When focusing on the N-fertilization period of this study, the formerly P-fertilized mosses demonstrated higher nitrogenase activity upon N fertilization, compared to their non-fertilized controls, in stark contrast to all other samples. It is remarkable that even 3 years after cessation of P fertilization, moss P content was still higher (Fritz et al. 2012). Since nitrogenase activity only increased in those P-enriched mosses, it is likely that all other samples were P limited. This may particularly affect N2-fixing microorganisms, which generally require more P than non-N2-fixers (Vitousek et al. 2002).
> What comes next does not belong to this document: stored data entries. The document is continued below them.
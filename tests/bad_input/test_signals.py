"""SIGTERM or SIGINT to a run in its fire-flow sweep: the worker processes end within seconds,
no temporary is left, last night's output set is byte-identical, the exit code says which
signal (128 + its number, the shell's convention)."""

from __future__ import annotations

import os
import shutil
import signal
import subprocess
import sys
import time
from pathlib import Path

import pytest

from tests.bad_input.harness import previous_output

ROOT = Path(__file__).resolve().parents[2]


def _children(pid: int) -> list[int]:
    out = subprocess.run(["ps", "-o", "pid=", "--ppid", str(pid)], capture_output=True,
                         text=True).stdout
    return [int(x) for x in out.split()]


def _alive(pid: int) -> bool:
    try:
        os.kill(pid, 0)
    except ProcessLookupError:
        return False
    try:  # a zombie waiting for its parent counts as gone
        with open(f"/proc/{pid}/stat", encoding="ascii") as fh:
            return fh.read().rsplit(")", 1)[1].split()[0] != "Z"
    except OSError:
        return False


@pytest.mark.parametrize("sig", [signal.SIGTERM, signal.SIGINT], ids=["SIGTERM", "SIGINT"])
def test_signal_during_fire_flow_stops_workers_and_leaves_nothing(tmp_path, sig):
    shutil.copytree(ROOT / "sample_gis", tmp_path / "gis")
    out = tmp_path / "out"
    out.mkdir()
    target = out / "night.gpkg"
    before = previous_output(target)
    (out / "night.html").write_text("last night's report")
    (out / "night.log").write_text("last night's log")
    set_before = {p.name: p.read_bytes() for p in out.iterdir()}
    err = (tmp_path / "stderr.txt").open("w")
    env = {**os.environ, "PYTHONPATH": str(ROOT)}
    proc = subprocess.Popen([sys.executable, "-m", "gridflow", "run",
                             str(tmp_path / "gis" / "millbrook.toml"), "--out", str(target),
                             "--workers", "2"], env=env, stdout=subprocess.DEVNULL, stderr=err,
                            start_new_session=True)
    workers: list[int] = []
    try:
        deadline = time.monotonic() + 300
        while time.monotonic() < deadline and proc.poll() is None:
            workers = _children(proc.pid)
            if len(workers) >= 2:
                break
            time.sleep(0.05)
        assert len(workers) >= 2, "the run never started its worker processes: " + \
            (tmp_path / "stderr.txt").read_text()[-2000:]
        time.sleep(0.3)
        t0 = time.monotonic()
        os.kill(proc.pid, sig)
        proc.wait(30)
        stopped_s = time.monotonic() - t0
        for _ in range(100):
            if not any(_alive(w) for w in workers):
                break
            time.sleep(0.05)
    finally:
        if proc.poll() is None:
            os.killpg(proc.pid, signal.SIGKILL)
            proc.wait(10)
        err.close()
    assert proc.returncode == 128 + sig, (tmp_path / "stderr.txt").read_text()[-2000:]
    assert stopped_s < 10, stopped_s
    assert not [w for w in workers if _alive(w)], "worker processes outlived the run"
    assert not [p.name for p in tmp_path.rglob("*") if ".tmp-" in p.name]
    after = {p.name: p.read_bytes() for p in out.iterdir() if p.name != "night.failed.log"}
    assert after == set_before  # last night's set, byte for byte
    assert target.read_bytes() == before
    assert f"stopped by {signal.Signals(sig).name}" in (tmp_path / "stderr.txt").read_text()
When looking at the effect of N-fertilization on N-content, the steeper increase in N-content in the 10P mosses indicated that 10P mosses may better retain the applied N, probably because compared to the 0NP and 40N mosses they have less relative P-limitation. Since P had been incorporated into plant tissue, it was most probably no longer directly available to diazotrophs. Therefore we concluded that in case of P- or other relative nutrient limitation in the plants, N fertilization may not be of benefit to plants, but only lead to a shift in their microbial community and activity. The most probable mechanism explaining the increased nitrogenase activity is increased exudation of energy-rich substances by Sphagnum, which could then enable heterotrophic diazotrophs to increase their N fixation rates. Furthermore, since nitrogenase activity of the 10P mosses overall was higher than in the 40N or 0NP mosses, our results also confirmed findings by Larmola et al. (2014), who showed that P availability exerted a strong control on N2 fixation activity.

It is likely that N2 fixation can match the increased N-demand of Sphagnum at higher P availability, as has been discussed for P addition experiments with feather mosses occurring in boreal forests (Rousk et al. 2013a). P addition experiments generally did show a stimulating effect on Sphagnum growth (Limpens et al. 2004; Fritz et al. 2012) and in P. schreberi on N2 fixation (Rousk et al. 2013a). In accordance with these studies, the P-fertilized mosses in this study demonstrated an increase of both the C and N content upon N fertilization, which indicated that these mosses, in contrast to all others, could make use of the additional N-load for growth (Fritz et al. 2012). As increased P availability will directly affect both the plant and its microbial community, future experiments are needed to disentangle the capability of Sphagnum to actively regulate diazotrophic activity versus regulation on the microbial community level only.

Conclusions and outlook

Our study demonstrated that the nitrogenase activity of Sphagnum-associated diazotrophs was clearly negatively affected by N fertilization. Saturation of the N demand of the diazotrophic community in combination with the energy costs associated with N2 fixation, and potentially also N saturation of Sphagnum, most likely resulted in a decrease of nitrogenase activity. Our results also showed that indirect P availability is able to modulate this response. However, the fact that nitrogenase activity was not stimulated by experimental N deprivation indicated that the impact of N deposition on Sphagnum-associated N2 fixation was much less apparent than assumed before, and far from understood. This study warranted further investigation of how Sphagnum-associated diazotrophs might control N2 fixation in relation to the environmental N availability and how this might be influenced by P availability. In addition, the ‘memory effect’ of the diazotrophic community associated with one Sphagnum species with respect to long-term N deposition, questioned the specificity of endo- and epiphytic diazotrophs for Sphagnum species and pointed at an important role of environmental parameters.